The prevalence of obesity among young children from low-income families participating in WIC in U.S. states and territories was 14.5% in 2014. This estimate was higher than the national estimate (8.9%) among all U.S. children in a slightly different age group (2–5 years) based on data from the 2011–2014 National Health and Nutrition Examination Survey (7). Since 2010, statistically significant downward trends in obesity prevalence among WIC young children have been observed overall, in all five racial/ethnic groups, and in 34 of the 56 WIC state agencies, suggesting that prevention initiatives are making progress, potentially by impacting the estimated excess of calories eaten versus energy expended for this vulnerable group (8).
The Supplemental Nutrition Assistance Program – September 2015
Child SNAP recipients consume more sugary beverages, processed meats, and high-fat dairy products, but fewer nuts, seeds, and legumes than income-eligible nonparticipants. Similarly, adult SNAP recipients consume more fruit juice, potatoes, red meat, and sugary beverages, but fewer whole grains than income-eligible nonparticipants. In another study, SNAP participants had lower dietary quality scores overall, and consumed significantly fewer fruits, vegetables, seafood, and plant proteins, but significantly more added sugar than income-eligible nonparticipants.

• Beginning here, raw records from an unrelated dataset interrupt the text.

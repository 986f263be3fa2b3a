/** Applies an edit's changes one at a time, holding every step to its references, as a file's foreign keys do. For tests. */
import { applyChanges, reverseEdit } from '../../app/model/apply-changes.ts'
import type { Building } from '../../app/model/building.ts'
import type { Change } from '../../app/model/changes.ts'

/** The building after the changes. Throws where a change does not fit what is there or leaves a reference open. */
export function applied(building: Building, changes: readonly Change[]): Building {
  return changes.reduce((before, change) => {
    const next = applyChanges(before, [change])
    const open = openReferences(next)
    if (open.length) throw new Error(`${change.kind}: ${open.join('; ')}`)
    return next
  }, building)
}

/** The changes that take these back. */
export function reversed(changes: readonly Change[]): readonly Change[] {
  return reverseEdit({ what: '', changes }).changes
}

function openReferences(building: Building): string[] {
  const supports = new Set(building.supports.map((s) => s.id))
  const sections = new Set(building.sections.map((s) => s.id))
  const open: string[] = []
  for (const point of building.survey.points)
    if (point.kind === 'stud' && !supports.has(point.support)) open.push(`${point.id} on ${point.support}`)
  for (const line of building.frame_lines) {
    const nodes = new Set(line.nodes.map((n) => n.id))
    for (const node of line.nodes)
      if (node.support !== undefined && !supports.has(node.support)) open.push(`${node.id} on ${node.support}`)
    for (const m of line.members) {
      for (const end of [m.from, m.to]) if (!nodes.has(end)) open.push(`${m.id} to ${end}`)
      if (!sections.has(m.section)) open.push(`${m.id} of ${m.section}`)
    }
  }
  return open
}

The study specifically compares SNAP nutrition to WIC nutrition:
In one study comparing the grocery store purchases of SNAP and WIC households in New England, SNAP households purchased more than double the amount of sugary beverages per month (399 ounces) than WIC households (169 ounces), 72% of which were paid for with SNAP dollars. In a 3-month study, new SNAP participants significantly increased their consumption of refined grains compared with low-income people who did not join. In a study of Hispanic Texan women, SNAP participants consumed 26% more sugary beverages and 38% more sweets and desserts than low-income nonparticipants.
Furthermore, most of the people who use SNAP believe the program should not allow recipients to purchase unhealthy food:
54% of SNAP participants supported removing sugary drinks from SNAP eligibility. In another survey of 522 SNAP stakeholders, 78% of respondents agreed that soda, and 74% agreed that “foods of low nutritional value” such as candy and sugar-sweetened fruit drinks should not be eligible for purchase with benefits. Seventy-seven percent of respondents believed that SNAP benefits should be consistent with the DGAs [Dietary Guidelines for Americans], and 54% thought that SNAP should be reformulated into a defined food package similar to WIC.
I want to live in a society where people are healthy and no one goes hungry. SNAP can and should serve both goals.